# YOUR OBJECTIVE:
Exactly as they appear below, repeat the lines from the one with "filename test/support/app.ts" through the one with "afterAll(async () => app?.close());", and no others.

Stored data

◇ ◇ ◇ ◇ ◇

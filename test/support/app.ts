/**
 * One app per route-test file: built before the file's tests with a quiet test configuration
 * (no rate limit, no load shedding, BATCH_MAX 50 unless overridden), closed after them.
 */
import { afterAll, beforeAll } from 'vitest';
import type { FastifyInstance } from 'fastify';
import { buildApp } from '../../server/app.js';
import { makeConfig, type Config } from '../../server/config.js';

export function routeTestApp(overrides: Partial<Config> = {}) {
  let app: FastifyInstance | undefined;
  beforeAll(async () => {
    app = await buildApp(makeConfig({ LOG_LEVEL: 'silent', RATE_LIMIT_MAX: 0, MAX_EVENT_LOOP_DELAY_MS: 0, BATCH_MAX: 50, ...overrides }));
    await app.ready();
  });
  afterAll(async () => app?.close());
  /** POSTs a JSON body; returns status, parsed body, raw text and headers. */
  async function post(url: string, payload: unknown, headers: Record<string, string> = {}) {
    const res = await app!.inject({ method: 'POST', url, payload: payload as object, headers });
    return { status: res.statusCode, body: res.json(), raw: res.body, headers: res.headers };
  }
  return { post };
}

◇ ◇ ◇ ◇ ◇

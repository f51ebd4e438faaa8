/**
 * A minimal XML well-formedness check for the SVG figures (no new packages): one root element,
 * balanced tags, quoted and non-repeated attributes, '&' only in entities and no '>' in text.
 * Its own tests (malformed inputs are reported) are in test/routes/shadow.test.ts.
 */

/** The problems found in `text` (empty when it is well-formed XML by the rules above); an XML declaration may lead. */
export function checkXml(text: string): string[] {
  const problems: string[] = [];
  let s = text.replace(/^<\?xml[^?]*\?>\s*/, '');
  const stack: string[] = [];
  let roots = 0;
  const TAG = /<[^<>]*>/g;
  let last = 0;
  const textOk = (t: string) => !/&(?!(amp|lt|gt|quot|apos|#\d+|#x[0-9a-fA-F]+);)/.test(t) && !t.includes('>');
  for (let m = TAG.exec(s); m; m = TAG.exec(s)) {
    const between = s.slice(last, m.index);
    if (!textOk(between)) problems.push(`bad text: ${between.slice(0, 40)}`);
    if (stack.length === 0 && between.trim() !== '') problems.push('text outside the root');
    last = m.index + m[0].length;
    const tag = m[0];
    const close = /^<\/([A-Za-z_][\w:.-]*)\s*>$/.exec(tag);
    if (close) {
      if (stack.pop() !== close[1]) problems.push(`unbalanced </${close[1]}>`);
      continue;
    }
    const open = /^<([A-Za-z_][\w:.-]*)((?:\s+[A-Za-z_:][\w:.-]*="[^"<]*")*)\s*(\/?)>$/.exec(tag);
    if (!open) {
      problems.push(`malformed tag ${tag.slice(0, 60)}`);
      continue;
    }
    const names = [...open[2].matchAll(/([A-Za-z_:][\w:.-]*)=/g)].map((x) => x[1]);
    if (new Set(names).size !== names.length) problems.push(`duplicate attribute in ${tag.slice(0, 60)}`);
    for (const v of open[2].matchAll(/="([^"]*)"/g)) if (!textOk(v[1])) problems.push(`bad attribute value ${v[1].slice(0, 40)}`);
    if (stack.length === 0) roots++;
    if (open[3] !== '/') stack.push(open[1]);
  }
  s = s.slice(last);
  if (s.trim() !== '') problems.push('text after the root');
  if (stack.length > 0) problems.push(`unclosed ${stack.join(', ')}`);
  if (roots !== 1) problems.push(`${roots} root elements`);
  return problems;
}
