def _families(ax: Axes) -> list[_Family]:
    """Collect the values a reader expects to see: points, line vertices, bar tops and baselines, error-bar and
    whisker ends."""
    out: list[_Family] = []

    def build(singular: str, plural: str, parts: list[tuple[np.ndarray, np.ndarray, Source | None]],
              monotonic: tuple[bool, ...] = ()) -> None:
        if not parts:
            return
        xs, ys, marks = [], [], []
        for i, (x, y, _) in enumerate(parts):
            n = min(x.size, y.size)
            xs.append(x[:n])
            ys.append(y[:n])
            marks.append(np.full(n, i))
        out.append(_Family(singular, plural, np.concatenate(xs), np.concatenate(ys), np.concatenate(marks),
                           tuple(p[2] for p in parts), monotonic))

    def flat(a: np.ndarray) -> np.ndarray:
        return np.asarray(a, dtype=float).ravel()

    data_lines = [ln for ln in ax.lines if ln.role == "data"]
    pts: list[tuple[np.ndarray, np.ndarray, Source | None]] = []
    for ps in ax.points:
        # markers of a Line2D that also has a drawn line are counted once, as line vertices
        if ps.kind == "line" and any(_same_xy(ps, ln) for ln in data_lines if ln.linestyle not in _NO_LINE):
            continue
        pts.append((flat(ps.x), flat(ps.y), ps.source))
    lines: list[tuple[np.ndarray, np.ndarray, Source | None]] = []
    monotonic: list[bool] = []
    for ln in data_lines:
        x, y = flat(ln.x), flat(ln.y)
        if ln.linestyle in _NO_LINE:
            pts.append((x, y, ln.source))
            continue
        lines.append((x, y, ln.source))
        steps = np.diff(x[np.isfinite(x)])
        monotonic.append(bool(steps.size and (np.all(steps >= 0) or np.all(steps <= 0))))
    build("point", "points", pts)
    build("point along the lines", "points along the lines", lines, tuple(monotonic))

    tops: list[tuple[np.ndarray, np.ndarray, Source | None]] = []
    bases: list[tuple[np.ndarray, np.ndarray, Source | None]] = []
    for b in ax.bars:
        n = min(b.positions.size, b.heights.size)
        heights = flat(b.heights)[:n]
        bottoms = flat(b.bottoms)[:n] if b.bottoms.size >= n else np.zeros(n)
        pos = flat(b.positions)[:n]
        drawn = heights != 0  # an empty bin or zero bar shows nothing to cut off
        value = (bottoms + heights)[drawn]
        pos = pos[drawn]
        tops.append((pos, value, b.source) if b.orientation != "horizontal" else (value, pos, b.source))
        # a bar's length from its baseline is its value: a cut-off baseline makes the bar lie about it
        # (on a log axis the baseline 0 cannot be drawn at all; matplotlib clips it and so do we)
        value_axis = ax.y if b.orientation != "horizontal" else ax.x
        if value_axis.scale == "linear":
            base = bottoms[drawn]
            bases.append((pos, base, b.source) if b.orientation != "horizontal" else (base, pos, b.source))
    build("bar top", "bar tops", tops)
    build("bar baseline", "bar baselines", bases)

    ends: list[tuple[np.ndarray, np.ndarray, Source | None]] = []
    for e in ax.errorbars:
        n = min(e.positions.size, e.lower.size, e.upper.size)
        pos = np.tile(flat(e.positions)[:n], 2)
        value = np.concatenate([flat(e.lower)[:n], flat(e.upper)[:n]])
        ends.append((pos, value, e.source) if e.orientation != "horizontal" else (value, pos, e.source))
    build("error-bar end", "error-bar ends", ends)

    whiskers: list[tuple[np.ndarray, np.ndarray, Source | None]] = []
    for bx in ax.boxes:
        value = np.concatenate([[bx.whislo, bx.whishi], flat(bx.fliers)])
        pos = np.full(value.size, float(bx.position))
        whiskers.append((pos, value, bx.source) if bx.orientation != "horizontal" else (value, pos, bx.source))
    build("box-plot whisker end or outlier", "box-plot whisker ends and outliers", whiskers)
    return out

◇ ◇ ◇ ◇ ◇

# RESULT:
filename test/support/app.ts
/**
 * One app per route-test file: built before the file's tests with a quiet test configuration
 * (no rate limit, no load shedding, BATCH_MAX 50 unless overridden), closed after them.
 */
import { afterAll, beforeAll } from 'vitest';
import type { FastifyInstance } from 'fastify';
import { buildApp } from '../../server/app.js';
import { makeConfig, type Config } from '../../server/config.js';

export function routeTestApp(overrides: Partial<Config> = {}) {
  let app: FastifyInstance | undefined;
  beforeAll(async () => {
    app = await buildApp(makeConfig({ LOG_LEVEL: 'silent', RATE_LIMIT_MAX: 0, MAX_EVENT_LOOP_DELAY_MS: 0, BATCH_MAX: 50, ...overrides }));
    await app.ready();
  });
  afterAll(async () => app?.close());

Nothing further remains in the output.